Spanish with English Subtitles
Roberto Cobo, Lucha Villa
When you have nothing left, what have you got? If you are lucky, you may have a family; even if it looks more like a battered raft than a freshly painted yatch, it will still get you through the tough times. And when you have no one else, you will still have yourself.
The Place without Limits is about a poor as dirt trans woman/queer man, surviving in the rubble of a ‘house of ill repute’ built on the edge of the world.
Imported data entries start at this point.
"""Tests of builder/pages."""
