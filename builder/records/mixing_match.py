"""Which mixing rules speak of two things that meet: a pure look-up, never inside one mixture."""

from __future__ import annotations

from collections.abc import Iterable, Iterator, Mapping
from dataclasses import dataclass, field
from typing import TypeAlias

from builder.records.chemicals import Chemical
from builder.records.etchants import Etchant
from builder.records.film_chemistry import reacting_groups, reacting_words
from builder.records.lab import LabRecords
from builder.records.safety import MixingRule, Side
from builder.records.terms import FilmFamily, MixingSeverity, SideKind, State

Handle: TypeAlias = tuple[SideKind, str]
"""How a rule may name a thing: a kind, and an id or words."""

HF_PRECAUTION = "hf"
"""The precaution that all fluorides share; with an acid beside them they give hydrofluoric acid."""
ACID_GROUP = "acid"
ACIDIC_FLUORIDE_GROUP = "acidic-fluoride"


@dataclass(frozen=True)
class Bearer:
    """What carries a handle: its name in a sentence, and its chemical id if it is one substance."""

    name: str
    chemical: str | None = None


@dataclass(frozen=True)
class Presence:
    """Something that can meet something else: its name, its handles with their bearers, its chemicals."""

    name: str
    bearers: Mapping[Handle, Bearer] = field(default_factory=dict)
    chemicals: frozenset[str] = frozenset()

    def bears(self, *handles: Handle) -> bool:
        """Tell whether it carries any of the handles."""
        return any(handle in self.bearers for handle in handles)


@dataclass(frozen=True)
class Meeting:
    """One mixing rule that two things fulfil, and who fulfils its sides."""

    rule: MixingRule
    one: Bearer
    other: Bearer


def chemical_presence(records: LabRecords, chemical_id: str) -> Presence:
    """Return a chemical, with its groups and with the parts of a stock solution."""
    chemical = records.chemicals[chemical_id]
    bearers = dict(_chemical_bearers(records, chemical, chemical.name))
    for part in chemical.parts:
        inner = records.chemicals[part.chemical]
        for handle, bearer in _chemical_bearers(records, inner, f"{inner.name} (in {chemical.name})"):
            bearers.setdefault(handle, bearer)
    parts = frozenset(part.chemical for part in chemical.parts)
    return Presence(chemical.name, bearers, parts | {chemical_id})


def etchant_presence(records: LabRecords, etchant_id: str) -> Presence:
    """Return an etchant, with its own groups and all that its parts carry."""
    etchant = records.etchants[etchant_id]
    bearers: dict[Handle, Bearer] = {}
    own = Bearer(etchant.name)
    for handle in _own_handles(records, SideKind.ETCHANT, etchant.id, etchant.groups):
        bearers[handle] = own
    chemicals: frozenset[str] = frozenset()
    for part in etchant.parts:
        inner = chemical_presence(records, part.chemical)
        chemicals |= inner.chemicals
        for handle, bearer in inner.bearers.items():
            bearers.setdefault(handle, Bearer(f"{bearer.name} in {etchant.name}", bearer.chemical))
    if holds_hydrofluoric_acid(records, etchant):
        bearers.setdefault((SideKind.GROUP, ACIDIC_FLUORIDE_GROUP), own)
    for words in _plasma_words(etchant):
        bearers[(SideKind.MATERIAL, words)] = own
    return Presence(etchant.name, bearers, chemicals)


def substance_presence(records: LabRecords, substance_id: str) -> Presence:
    """Return what an id names: an etchant if there is one, else a chemical (one id may be both)."""
    if substance_id in records.etchants:
        return etchant_presence(records, substance_id)
    return chemical_presence(records, substance_id)


def film_presence(records: LabRecords, film_id: str) -> Presence:
    """Return a film, with its groups as recorded and as its formula tells."""
    film = records.films[film_id]
    own = Bearer(film.name)
    groups = {*film.groups, *_member_groups(records, film_id), *reacting_groups(film)}
    if film.family is FilmFamily.RESIST:
        groups.add("resist")
    bearers = {(SideKind.FILM_GROUP, group): own for group in groups}
    for words in reacting_words(film):
        bearers[(SideKind.MATERIAL, words)] = own
    return Presence(film.name, bearers)


def container_presence(records: LabRecords, container_id: str) -> Presence:
    """Return a container material."""
    name = records.containers[container_id].name
    return Presence(name, {(SideKind.CONTAINER, container_id): Bearer(name)})


def words_presence(words: str, name: str) -> Presence:
    """Return something that rules name in words only."""
    return Presence(name, {(SideKind.MATERIAL, words): Bearer(name)})


def meetings(records: LabRecords, one: Presence, other: Presence) -> tuple[Meeting, ...]:
    """
    Return the rules that speak of two things meeting, in the order of their ids.

    A pair of chemicals that one of the two already holds together brings nothing new and is left
    out: piranha is sulfuric acid and peroxide by intent.
    """
    found: dict[str, Meeting] = {}
    for handle, theirs in other.bearers.items():
        for rule in records.mixing_by_side.get(handle, ()):
            for first, second in ((rule.a, rule.b), (rule.b, rule.a)):
                mine = one.bearers.get(handle_of(first))
                if mine is None or handle_of(second) != handle or _is_one_mixture(one, other, mine, theirs):
                    continue
                found.setdefault(rule.id, Meeting(rule, mine, theirs))
    return tuple(found[rule] for rule in sorted(found))


def gravest(found: Iterable[Meeting]) -> tuple[Meeting, ...]:
    """Return one meeting for each pair of bearers: forbidden before cautioned, with a gas before without."""
    kept: dict[tuple[str, str], Meeting] = {}
    for meeting in sorted(found, key=_gravity):
        kept.setdefault((meeting.one.name, meeting.other.name), meeting)
    return tuple(kept.values())


def _gravity(meeting: Meeting) -> tuple[bool, bool, str]:
    rule = meeting.rule
    return rule.severity is not MixingSeverity.FORBID, rule.gas is None, rule.id


def pairs_of_chemicals(records: LabRecords) -> dict[tuple[str, str], tuple[MixingRule, ...]]:
    """Return every pair of chemicals that a rule names, both ways round, with its rules."""
    present = {chemical_id: chemical_presence(records, chemical_id) for chemical_id in records.chemicals}
    pairs: dict[tuple[str, str], tuple[MixingRule, ...]] = {}
    for rule in records.mixing.values():
        firsts = [one for one, presence in present.items() if presence.bears(handle_of(rule.a))]
        seconds = [one for one, presence in present.items() if presence.bears(handle_of(rule.b))]
        for pair in {(a, b) for a in firsts for b in seconds if a != b}:
            for key in (pair, pair[::-1]):
                if rule not in pairs.get(key, ()):
                    pairs[key] = (*pairs.get(key, ()), rule)
    return pairs


def holds_hydrofluoric_acid(records: LabRecords, etchant: Etchant) -> bool:
    """
    Tell whether an etchant holds hydrofluoric acid, as a part or made in place.

    A fluoride beside an acid gives HF: ammonium fluoride in nitric acid does. Where the parts are
    unknown, its precaution decides.
    """
    if not etchant.parts:
        return etchant.precaution == HF_PRECAUTION
    parts = [records.chemicals[part.chemical] for part in etchant.parts]
    fluorides = [part for part in parts if part.precaution == HF_PRECAUTION or part.formula == "HF"]
    acids = [part for part in parts if ACID_GROUP in part.groups]
    return bool(fluorides) and bool(acids)


def _chemical_bearers(records: LabRecords, chemical: Chemical, name: str) -> Iterator[tuple[Handle, Bearer]]:
    for handle in _own_handles(records, SideKind.CHEMICAL, chemical.id, chemical.groups):
        yield handle, Bearer(name, chemical.id)


def _own_handles(
    records: LabRecords, kind: SideKind, record_id: str, groups: Iterable[str]
) -> Iterator[Handle]:
    yield kind, record_id
    for group in sorted({*groups, *_member_groups(records, record_id)}):
        yield SideKind.GROUP, group


def _member_groups(records: LabRecords, record_id: str) -> Iterator[str]:
    return (group.id for group in records.groups.values() if record_id in group.members)


def _plasma_words(etchant: Etchant) -> Iterator[str]:
    if any(part.chemical == "o2" for part in etchant.parts) and etchant.state is State.PLASMA:
        yield "hot surfaces, ozone, oxygen plasma"


def handle_of(side: Side) -> Handle:
    """Return how a rule names one of its sides."""
    return side.handle


def _is_one_mixture(one: Presence, other: Presence, mine: Bearer, theirs: Bearer) -> bool:
    if mine.chemical is None or theirs.chemical is None:
        return False
    return mine.chemical in other.chemicals or theirs.chemical in one.chemicals
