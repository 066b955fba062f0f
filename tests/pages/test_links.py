"""Links: relative, allowed, and checked over finished pages."""

from __future__ import annotations

from pathlib import Path

import pytest

from builder.pages.links import allowed_url, check_links, relative_url


@pytest.mark.parametrize(
    ("page", "target", "expected"),
    [
        ("index.html", "films/au.html", "films/au.html"),
        ("films/au.html", "films/cr.html", "cr.html"),
        ("films/au.html", "index.html", "../index.html"),
        ("films/au.html", "bibliography.html#x", "../bibliography.html#x"),
        ("films/au.html", "films/au.html#rates", "#rates"),
    ],
)
def test_relative_url(page: str, target: str, expected: str) -> None:
    """A link leads from its page to its target wherever the site stands."""
    assert relative_url(page, target) == expected


@pytest.mark.parametrize(
    "url", ["javascript:alert(1)", " JavaScript:x", "data:text/html,x", "http://x.org", "x.html"]
)
def test_other_schemes_are_refused(url: str) -> None:
    """Only https and mail addresses leave the site."""
    assert allowed_url(url) is None


def test_an_allowed_address_is_kept() -> None:
    """A DOI's address passes unchanged."""
    assert allowed_url(" https://doi.org/10.1/x ") == "https://doi.org/10.1/x"


def _rules(folder: Path, body: str) -> list[str]:
    (folder / "a").mkdir()
    (folder / "a" / "page.html").write_text(f"<h1 id='top'>x</h1>{body}", encoding="utf-8")
    (folder / "other.html").write_text("<p id='there'>y</p>", encoding="utf-8")
    (folder / "style.css").write_text("", encoding="utf-8")
    return [problem.rule for problem in check_links(folder)]


@pytest.mark.parametrize(
    "body",
    [
        "<a href='../other.html#there'>x</a>",
        "<a href='#top'>x</a><link href='../style.css?v=1'>",
        "<a href='https://doi.org/10.1/x'>x</a>",
        "<img src='data:image/png;base64,AA'>",
    ],
)
def test_good_links_pass(tmp_path: Path, body: str) -> None:
    """Files, anchors, outside citations and inline images are no problem."""
    assert _rules(tmp_path, body) == []


@pytest.mark.parametrize(
    ("body", "rule"),
    [
        ("<a href='../gone.html'>x</a>", "dead-link"),
        ("<a href='../../outside.html'>x</a>", "dead-link"),
        ("<a href='../other.html#gone'>x</a>", "dead-anchor"),
        ("<a href='#gone'>x</a>", "dead-anchor"),
        ("<a href='/other.html'>x</a>", "absolute-link"),
        ("<a href='javascript:x()'>x</a>", "refused-scheme"),
        ("<script src='https://cdn.example/x.js'></script>", "outside-request"),
        ("<img src='//cdn.example/x.png'>", "outside-request"),
        ("<i id='top'>x</i>", "repeated-anchor"),
    ],
)
def test_bad_links_are_named(tmp_path: Path, body: str, rule: str) -> None:
    """Each fault has a rule of its own."""
    assert _rules(tmp_path, body) == [rule]
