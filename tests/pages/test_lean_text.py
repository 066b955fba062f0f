"""What is taken out of pages and style sheets changes nothing that a browser shows."""

from __future__ import annotations

import re
from pathlib import Path

import pytest

from builder.pages.lean_text import lean_css, lean_html

_ASSETS = Path(__file__).resolve().parents[2] / "docs" / "assets"


def test_indents_go_and_words_stay_apart() -> None:
    """A line break is left where a browser sees a blank."""
    assert lean_html("<p>one\n\n    two</p>\n  <p>three</p>") == "<p>one\ntwo</p>\n<p>three</p>"


@pytest.mark.parametrize("sheet", ["etchwright.css", "matrices.css", "planner/planner.css"])
def test_a_style_sheet_loses_its_comments_only(sheet: str) -> None:
    """Every rule is left as it was, and nothing that the pattern would cut stands in a quoted text."""
    text = (_ASSETS / sheet).read_text(encoding="utf-8")
    lean = lean_css(text)
    assert "/*" not in lean and len(lean) < len(text)
    assert not re.search(r"""["'][^"'\n]*/\*""", text)
    for part in "{};":
        assert lean.count(part) == re.sub(r"/\*.*?\*/", "", text, flags=re.DOTALL).count(part)
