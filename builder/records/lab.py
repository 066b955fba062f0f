"""All records of a lab and of the shipped reference, by kind and id."""

from __future__ import annotations

import functools
from collections.abc import Iterable, Mapping, Sequence
from dataclasses import dataclass, field
from typing import TypeVar

from builder.records.chemicals import Chemical
from builder.records.conversion import Data
from builder.records.etchants import Etchant
from builder.records.etches import Etch
from builder.records.film_names import FilmNames
from builder.records.films import Film
from builder.records.published import (
    Couple,
    Hint,
    PublishedRate,
    Statement,
    hints_from,
    rates_from,
    statements_from,
)
from builder.records.record import Record
from builder.records.references import Product, RateConstant, Source
from builder.records.runs import Run, runs_from
from builder.records.safety import Container, GhsCode, Group, MixingRule, PlasmaHazard, Precaution
from builder.records.samples import Sample
from builder.records.settings import LabSettings, SpreadRecord, settings_over
from builder.records.terms import Origin, SideKind
from builder.records.tools import Tool

R = TypeVar("R", bound=Record)
E = TypeVar("E")


@dataclass(frozen=True)
class CheckedFile:
    """One file of records whose data has passed its schema; `kind` is the folder's name."""

    kind: str
    id: str
    origin: Origin
    file: str
    data: object


@dataclass(frozen=True)
class LabRecords:
    """
    Every record by id, both the shipped ones and the lab's.

    `rates`, `statements` and `hints` are by etchant, `runs` by recipe; an id that is missing there
    has none. `spread` is None if no fit is stored.
    """

    settings: LabSettings
    spread: SpreadRecord | None = None
    sources: Mapping[str, Source] = field(default_factory=dict)
    films: Mapping[str, Film] = field(default_factory=dict)
    chemicals: Mapping[str, Chemical] = field(default_factory=dict)
    etchants: Mapping[str, Etchant] = field(default_factory=dict)
    rates: Mapping[str, tuple[PublishedRate, ...]] = field(default_factory=dict)
    statements: Mapping[str, tuple[Statement, ...]] = field(default_factory=dict)
    hints: Mapping[str, tuple[Hint, ...]] = field(default_factory=dict)
    couples: Mapping[str, Couple] = field(default_factory=dict)
    mixing: Mapping[str, MixingRule] = field(default_factory=dict)
    groups: Mapping[str, Group] = field(default_factory=dict)
    containers: Mapping[str, Container] = field(default_factory=dict)
    codes: Mapping[str, GhsCode] = field(default_factory=dict)
    precautions: Mapping[str, Precaution] = field(default_factory=dict)
    hazards: Mapping[str, PlasmaHazard] = field(default_factory=dict)
    products: Mapping[str, Product] = field(default_factory=dict)
    constants: Mapping[str, RateConstant] = field(default_factory=dict)
    tools: Mapping[str, Tool] = field(default_factory=dict)
    etches: Mapping[str, Etch] = field(default_factory=dict)
    runs: Mapping[str, tuple[Run, ...]] = field(default_factory=dict)
    samples: Mapping[str, Sample] = field(default_factory=dict)
    film_names: FilmNames = field(default_factory=lambda: FilmNames.of(()))

    @property
    def size(self) -> int:
        """How many records there are: files of one record, and entries of lists."""
        single = (
            self.sources, self.films, self.chemicals, self.etchants, self.couples, self.mixing, self.groups,
            self.containers, self.codes, self.precautions, self.hazards, self.products, self.constants,
            self.tools, self.etches, self.samples,
        )  # fmt: skip
        listed = (self.rates, self.statements, self.hints, self.runs)
        return sum(map(len, single)) + sum(len(entries) for kind in listed for entries in kind.values())

    @functools.cached_property
    def mixing_by_side(self) -> Mapping[tuple[SideKind, str], tuple[MixingRule, ...]]:
        """Every mixing rule by what either of its sides names."""
        by_side: dict[tuple[SideKind, str], list[MixingRule]] = {}
        for rule in self.mixing.values():
            for handle in {rule.a.handle, rule.b.handle}:
                by_side.setdefault(handle, []).append(rule)
        return {handle: tuple(rules) for handle, rules in by_side.items()}


def build_lab(files: Iterable[CheckedFile]) -> LabRecords:
    """
    Return the records of files that have passed their schemas.

    Of two records with one id (a fault that the rules report) the lab's own is kept. List files of
    the reference and the lab about one etchant are joined, the reference first.

    Raises
    ------
    ValueError
        The shipped settings are missing.
    """
    by_kind: dict[str, list[CheckedFile]] = {}
    for file in sorted(files, key=lambda file: (file.kind, file.id, file.origin != Origin.REFERENCE)):
        by_kind.setdefault(file.kind, []).append(file)

    def of(kind: str, cls: type[R]) -> dict[str, R]:
        return {
            file.id: cls.from_raw(_mapping(file.data), file.file, file.origin)
            for file in by_kind.get(kind, [])
        }

    films = of("films", Film)
    spreads = of("spread", SpreadRecord)
    return LabRecords(
        settings=_settings(by_kind.get("lab", [])),
        spread=spreads.get("spread"),
        sources=of("sources", Source),
        films=films,
        chemicals=of("chemicals", Chemical),
        etchants=of("etchants", Etchant),
        rates=_joined([rates_from(*_parts(file)) for file in by_kind.get("rates", [])]),
        statements=_joined([statements_from(*_parts(file)) for file in by_kind.get("compatibility", [])]),
        hints=_joined([hints_from(*_parts(file)) for file in by_kind.get("compatibility", [])]),
        couples=of("couples", Couple),
        mixing=of("mixing", MixingRule),
        groups=of("groups", Group),
        containers=of("containers", Container),
        codes=of("codes", GhsCode),
        precautions=of("precautions", Precaution),
        hazards=of("hazards", PlasmaHazard),
        products=of("products", Product),
        constants=of("constants", RateConstant),
        tools=of("tools", Tool),
        etches=of("etches", Etch),
        runs={file.id: runs_from(file.data, file.file, file.origin) for file in by_kind.get("runs", [])},
        samples=of("samples", Sample),
        film_names=FilmNames.of(films.values()),
    )


def _settings(files: Sequence[CheckedFile]) -> LabSettings:
    shipped = next((file for file in files if file.origin is Origin.REFERENCE), None)
    own = next((file for file in files if file.origin is Origin.LAB), None)
    if shipped is None:
        raise ValueError("the shipped settings are missing; install the program again")
    own_data = None if own is None else _mapping(own.data)
    return settings_over(_mapping(shipped.data), own_data, (own or shipped).file)


def _joined(groups: Iterable[tuple[E, ...]]) -> dict[str, tuple[E, ...]]:
    joined: dict[str, tuple[E, ...]] = {}
    for entries in groups:
        for entry in entries:
            etchant = str(getattr(entry, "etchant"))  # noqa: B009  every list entry carries its etchant
            joined[etchant] = (*joined.get(etchant, ()), entry)
    return joined


def _parts(file: CheckedFile) -> tuple[Data, str, Origin]:
    return _mapping(file.data), file.file, file.origin


def _mapping(data: object) -> Data:
    assert isinstance(data, Mapping)
    return data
The protagonist generates wealth from within – a wealth of emotion, of generosity, of style, of bravery. ‘La Manuela’, actor Roberto Cobo’s unforgettable creation, has the same ‘I went to hell, and now I run it’ quality, that turned Cillian Murphy’s ‘Kitten’ (Breakfast in Pluto, 2006), Joel Grey’s ‘MC’ (Cabaret, 1972), or Bill Quirk’s ‘Algie’ (Algie the Miner, 1912) into icons.
Some see La Manuela’s brothel as the setting of a modern biblical parable, some as a political allegory of Mexico in the 1970s, some as an anti-homophobic and feminist warzone. The place without limits is the space of possibility that the queer superheroes of the past created in the middle of a homophobic, transphobic, and missoginyst society. They have passed this magic rubble on to us, so that we can swirl and sing to our heart’s content, in a place without walls.